WORK INSTRUCTION
Among the lines below, keep only those from the one containing "n.as_f64().unwrap_or(f64::NAN).into_bound_py_any(py)?" through the one containing "for item in", and reproduce them exactly.

DATA UNDER STUDY below:

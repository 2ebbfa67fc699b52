//! Plain values to Python: serde JSON values (records the workflow serialises, such as how the
//! field was computed or a targeting report) to dicts, lists and numbers.

use pyo3::IntoPyObjectExt;
use pyo3::prelude::*;
use pyo3::types::{PyDict, PyList};
use serde_json::Value;

use crate::errors::invalid;

/// A JSON value as Python objects: objects become dicts (key order kept), arrays lists,
/// numbers int or float, `null` None.
pub fn json_to_py<'py>(py: Python<'py>, value: &Value) -> PyResult<Bound<'py, PyAny>> {
    Ok(match value {
        Value::Null => py.None().into_bound(py),
        Value::Bool(b) => b.into_bound_py_any(py)?,
        Value::Number(n) => {
            if let Some(i) = n.as_i64() {
                i.into_bound_py_any(py)?
            } else if let Some(u) = n.as_u64() {
                u.into_bound_py_any(py)?
            } else {
                n.as_f64().unwrap_or(f64::NAN).into_bound_py_any(py)?
            }
        }
        Value::String(s) => s.into_bound_py_any(py)?,
        Value::Array(items) => {
            let list = PyList::empty(py);
            for item in items {
                list.append(json_to_py(py, item)?)?;
            }
            list.into_any()
        }
        Value::Object(map) => {
            let dict = PyDict::new(py);
            for (k, v) in map {
                dict.set_item(k, json_to_py(py, v)?)?;
            }
            dict.into_any()
        }
    })
}

/// Any serialisable record as Python objects (through [`json_to_py`]).
pub fn to_py_value<'py, T: serde::Serialize>(
    py: Python<'py>,
    value: &T,
) -> PyResult<Bound<'py, PyAny>> {
    let json = serde_json::to_value(value)
        .map_err(|e| invalid(format!("internal error: cannot convert a record: {e}")))?;
    json_to_py(py, &json)
}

End of DATA UNDER STUDY.

REPLY
                n.as_f64().unwrap_or(f64::NAN).into_bound_py_any(py)?
            }
        }
        Value::String(s) => s.into_bound_py_any(py)?,
        Value::Array(items) => {
            let list = PyList::empty(py);
            for item in items {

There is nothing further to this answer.